Top row: the original image and landmark. Bottom row: 3D face model and its alignment to the 2D image

The next challenge is to reconstruct 3D faces in large poses. To solve this problem, the researchers use High-Fidelity Pose and Expression Normalization (HPEN) method, but only for normalization of the pose and not expression. Also, Poisson Editing is used to recover the occluded area of the face due to the angle.

Performance Comparison with Other Methods

The performance of PIFR method was evaluated for the face reconstruction:

in small and medium poses;
large poses;
extreme poses (±90 yaw angles).

For this purpose, the researchers used three publicly available datasets:

AFW dataset, which was created using Flickr images, contains 205 images with 468 marked faces, complex backgrounds and face poses.
LFPW dataset, which has 224 face images in the test set and 811 face images in the training set; each image is marked with 68 feature points; 900 face images from both sets were selected for testing in this research.
AFLW dataset is a large-scale face database, which contains around 250 million hand-labeled face images, and each image is marked with 21 feature points. This study used only extreme pose face images from this dataset for qualitative analysis.
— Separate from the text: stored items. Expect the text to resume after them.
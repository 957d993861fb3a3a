import { useState } from 'react'
import type {
  Calendar,
  CalendarBooking,
  CalendarCrew,
} from '../../../shared/bookings/calendar-schemas.ts'
import { type Day, formatDay } from '../../../shared/calendar/days.ts'
import { isWorked, whyNotWorked } from '../../../shared/calendar/working-days.ts'
import { formatHours, formatLoad } from '../../../shared/labour/format-hours.ts'
import { CrewPennant } from '../../drawings/crew-pennant.tsx'
import { EmptyState } from '../../ui/states.tsx'
import { cellClass, StateMark } from './booking-cell.tsx'
import { DayFlagLines } from './booking-flags.tsx'
import { daysFromTo } from './calendar-with-step.ts'
import { type Bar, crewRowOf, type Load, loadOf } from './crew-weeks-layout.ts'
import { type Opened, OpenedBooking } from './opened-booking.tsx'

type Open = (booking: CalendarBooking, stretch: readonly Day[], anchor: HTMLElement) => void

function loadWords({ plannedMinutes, availableMinutes, isBooked }: Load): string {
  if (isBooked) return formatLoad(plannedMinutes, availableMinutes)
  return availableMinutes > 0 ? `free, ${formatHours(availableMinutes)}` : 'nobody there'
}

type Entry = { from: Day; to: Day; there: Bar[]; load: Load | undefined }

/** Days booked one by one; free days of the same hours that follow one another together. */
function entriesOf(calendar: Calendar, crewId: string): Entry[] {
  const days = daysFromTo(calendar)
  const { bars } = crewRowOf(calendar, crewId, days)
  const load = loadOf(calendar, crewId)
  const entries: Entry[] = []
  for (const day of days) {
    const there = bars.filter((bar) => bar.shown.includes(day))
    const isOpen = isWorked(calendar, day) && day >= calendar.today
    if (there.length === 0 && !isOpen) continue
    const entry = { from: day, to: day, there, load: load.get(day) }
    const before = entries[entries.length - 1]
    const isSame =
      before?.there.length === 0 &&
      there.length === 0 &&
      before.load?.availableMinutes === entry.load?.availableMinutes
    if (before && isSame) before.to = day
    else entries.push(entry)
  }
  return entries
}

function BookedBar(props: { bar: Bar; day: Day; mayEdit: boolean; onOpen: Open }) {
  const { bar, day, mayEdit, onOpen } = props
  const { booking, stretch } = bar
  return (
    <button
      type="button"
      onClick={(event) => onOpen(booking, stretch, event.currentTarget)}
      className={`${cellClass(booking.state)} mt-1 min-h-11 w-full p-2`}
    >
      <span className="flex items-start justify-between gap-2">
        <span className="min-w-0 font-semibold [overflow-wrap:anywhere]">{booking.job.title}</span>
        <span className="shrink-0 font-semibold text-chalk underline">
          {mayEdit ? 'Move' : 'Open'}
        </span>
      </span>
      <span className="text-sm">
        <StateMark state={booking.state} />
        <DayFlagLines flags={booking.days.find((one) => one.day === day)?.flags ?? []} />
      </span>
    </button>
  )
}

function CrewDays(props: {
  calendar: Calendar
  crew: CalendarCrew
  mayEdit: boolean
  onOpen: Open
}) {
  const { calendar, crew, mayEdit, onOpen } = props
  return (
    <section aria-label={crew.name}>
      <h3 className="mb-2 flex items-center gap-2 text-lg font-extrabold">
        <CrewPennant {...crew} />
        {crew.name}
      </h3>
      <ol className="space-y-2">
        {entriesOf(calendar, crew.id).map(({ from, to, there, load }) => {
          const isOver = load !== undefined && load.plannedMinutes > load.availableMinutes
          const isToday = from === calendar.today
          const closed = whyNotWorked(calendar, from)
          return (
            <li key={from} className="border-t border-rule pt-2">
              <p className="flex items-baseline justify-between gap-3">
                <span className={isToday ? 'font-extrabold text-clay' : 'font-semibold'}>
                  {formatDay(from)}
                  {from === to ? '' : ` to ${formatDay(to)}`}
                  {isToday && from === to ? ' · today' : ''}
                  {closed ? <span className="font-normal text-ink-soft"> {closed}</span> : null}
                </span>
                <span
                  className={`text-sm ${isOver ? 'font-extrabold text-stop' : 'text-ink-soft'}`}
                >
                  {load ? loadWords(load) : ''}
                  {load && from !== to ? ' a day' : ''}
                </span>
              </p>
              {there.map((bar) => (
                <BookedBar key={bar.key} bar={bar} day={from} mayEdit={mayEdit} onOpen={onOpen} />
              ))}
            </li>
          )
        })}
      </ol>
    </section>
  )
}

/** Crew weeks on a phone: crew by crew, day by day; a press on a booking says what can be done with it. */
export function CrewList({ calendar, mayEdit }: { calendar: Calendar; mayEdit: boolean }) {
  const [opened, setOpened] = useState<Opened | null>(null)
  const close = () => setOpened(null)
  if (calendar.crews.length === 0)
    return <EmptyState title="Nothing is booked here">Look at other weeks.</EmptyState>
  return (
    <div className="space-y-6">
      {calendar.crews.map((crew) => (
        <CrewDays
          key={crew.id}
          calendar={calendar}
          crew={crew}
          mayEdit={mayEdit}
          onOpen={(one, stretch, anchor) => setOpened({ bookingId: one.id, stretch, anchor })}
        />
      ))}
      <OpenedBooking calendar={calendar} opened={opened} mayEdit={mayEdit} onClose={close} />
    </div>
  )
}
Quantitative analysis. Using the Mean Euclidean Metric (MEM), the study compares the performance of PIFR method to E-3DMM and FW-3DMM on AFW and LFPW datasets. Cumulative errors distribution (CED) curves look like this:

Comparisons of cumulative errors distribution (CED) curves on AFW and LFPW datasets

As you can see from these plots and the tables below, PIFR method shows superior performance compared to the other two methods. Its reconstruction performance in large poses is particularly good.
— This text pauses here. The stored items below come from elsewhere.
import { keepPreviousData, queryOptions, useMutation, useQueryClient } from '@tanstack/react-query'
import type { z } from 'zod'
import {
  type changeBookingSchema,
  type createBookingSchema,
  bookingConflictSchema,
  type BookingConflict,
  type restoreBookingSchema,
} from '../../../shared/bookings/booking-schemas.ts'
import {
  type Booking,
  bookingSchema,
  type Calendar,
  type CalendarBooking,
  calendarSchema,
  unbookedJobsSchema,
} from '../../../shared/bookings/calendar-schemas.ts'
import { landingsSchema } from '../../../shared/clashes/clash-schemas.ts'
import { movedDays } from '../../../shared/bookings/move-days.ts'
import type { Day } from '../../../shared/calendar/days.ts'
import { api, ApiFailure } from '../../lib/api-client.ts'

export type Span = { from: Day; to: Day }

export const calendarQueries = {
  all: () => ['calendar'] as const,
  spans: () => [...calendarQueries.all(), 'span'] as const,
  span: ({ from, to }: Span) =>
    queryOptions({
      queryKey: [...calendarQueries.spans(), from, to] as const,
      queryFn: ({ signal }) =>
        api.get(`/api/calendar?from=${from}&to=${to}`, calendarSchema, { signal }),
      placeholderData: keepPreviousData,
    }),
  unbooked: (jobId = '') =>
    queryOptions({
      queryKey: [...calendarQueries.all(), 'unbooked', jobId] as const,
      queryFn: ({ signal }) =>
        api.get(
          `/api/calendar/unbooked${jobId ? `?job=${encodeURIComponent(jobId)}` : ''}`,
          unbookedJobsSchema,
          { signal },
        ),
    }),
  /** Where a booking, taken hold of at `day`, or a job not booked could go, and what stands in the way. */
  landings: (what: { bookingId: string; day: Day } | { jobId: string }, { from, to }: Span) =>
    queryOptions({
      queryKey: [...calendarQueries.all(), 'landings', what, from, to] as const,
      queryFn: ({ signal }) =>
        api.get(
          'jobId' in what
            ? `/api/jobs/${encodeURIComponent(what.jobId)}/landings?from=${from}&to=${to}`
            : `/api/bookings/${encodeURIComponent(what.bookingId)}/landings?from=${from}&to=${to}&day=${what.day}`,
          landingsSchema,
          { signal },
        ),
    }),
  booking: (id: string) =>
    queryOptions({
      queryKey: [...calendarQueries.all(), 'booking', id] as const,
      queryFn: ({ signal }) =>
        api.get(`/api/bookings/${encodeURIComponent(id)}`, bookingSchema, { signal }),
    }),
}

/** What stands in the way of a booking and may be answered on purpose; null for any other failure. */
export function conflictOf(error: unknown): BookingConflict | null {
  if (!(error instanceof ApiFailure)) return null
  const parsed = bookingConflictSchema.safeParse(error.error.detail)
  return parsed.success ? parsed.data : null
}

function useRefresh() {
  const client = useQueryClient()
  return (booking?: Booking) => {
    if (booking) client.setQueryData(calendarQueries.booking(booking.id).queryKey, booking)
    return client.invalidateQueries({ queryKey: calendarQueries.all() })
  }
}

export function useCreateBooking() {
  const refresh = useRefresh()
  return useMutation({
    mutationFn: (input: z.input<typeof createBookingSchema>) =>
      api.post('/api/bookings', bookingSchema, input),
    onSuccess: (booking) => refresh(booking),
  })
}

export type ChangeInput = { id: string } & z.input<typeof changeBookingSchema>

/** The span as it will be, so that a dragged day stays where it was dropped while the server decides. */
function withMove(calendar: Calendar, id: string, move: { from: Day; to: Day }): Calendar {
  const moveBooking = (booking: CalendarBooking): CalendarBooking => {
    if (booking.id !== id) return booking
    const worked = new Set(booking.days.filter((d) => d.worked).map((d) => d.day))
    const before = booking.allDays
    const after = movedDays(calendar, before, worked, move)
    const gone = before.filter((day) => !after.includes(day))
    const fresh = after.filter((day) => !before.includes(day))
    const days = booking.days.map((d) => ({ ...d, day: fresh[gone.indexOf(d.day)] ?? d.day }))
    return { ...booking, allDays: after, days: days.sort((a, b) => (a.day < b.day ? -1 : 1)) }
  }
  return { ...calendar, bookings: calendar.bookings.map(moveBooking) }
}

export function useChangeBooking() {
  const client = useQueryClient()
  const refresh = useRefresh()
  return useMutation({
    mutationFn: ({ id, ...input }: ChangeInput) =>
      api.patch(`/api/bookings/${encodeURIComponent(id)}`, bookingSchema, input),
    onMutate: async ({ id, move }) => {
      if (!move) return { before: [] }
      const filter = { queryKey: calendarQueries.spans() }
      await client.cancelQueries(filter)
      const before = client.getQueriesData<Calendar>(filter)
      client.setQueriesData<Calendar>(filter, (old) => (old ? withMove(old, id, move) : old))
      return { before }
    },
    onError: (_error, _input, context) => {
      for (const [key, data] of context?.before ?? []) client.setQueryData(key, data)
    },
    onSuccess: (booking) => refresh(booking),
  })
}

export function useCancelBooking() {
  const refresh = useRefresh()
  return useMutation({
    mutationFn: ({ id, version }: { id: string; version: number }) =>
      api.post(`/api/bookings/${encodeURIComponent(id)}/cancel`, bookingSchema, { version }),
    onSuccess: (booking) => refresh(booking),
  })
}

export function useRestoreBooking() {
  const refresh = useRefresh()
  return useMutation({
    mutationFn: ({ id, ...input }: { id: string } & z.input<typeof restoreBookingSchema>) =>
      api.post(`/api/bookings/${encodeURIComponent(id)}/restore`, bookingSchema, input),
    onSuccess: (booking) => refresh(booking),
  })
}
Qualitative analysis. The method was also assessed qualitatively based on the face images in extreme poses from AFLW dataset. The results are shown in the figure below.

Comparison of 3D face reconstruction: (a) Input image; (b) FW-3DMM; (c) E-3DMM; (d) Suggested approach

Even though half of the landmarks are invisible due to extreme posture, which leads to large errors and failures of other methods, the PIFR method still performs quite well.

Here are some additional examples of the PIFR method performance based on the images from the AFW dataset.

Top row: Input 2D image. Middle row: 3D face. Bottom row: Align to 2D image. — Top row: Input 2D image. Middle row: 3D face. Bottom row: Align to 2D image

Bottom Line

A novel 3D face reconstruction framework PIFR demonstrates good reconstruction performance even in extreme poses. By taking both the original and the frontal images for weighted fusion, the method allows restoring enough face information to reconstruct the 3D face.

In the future, the researchers plan to restore even more facial identity information to improve the accuracy of reconstruction further.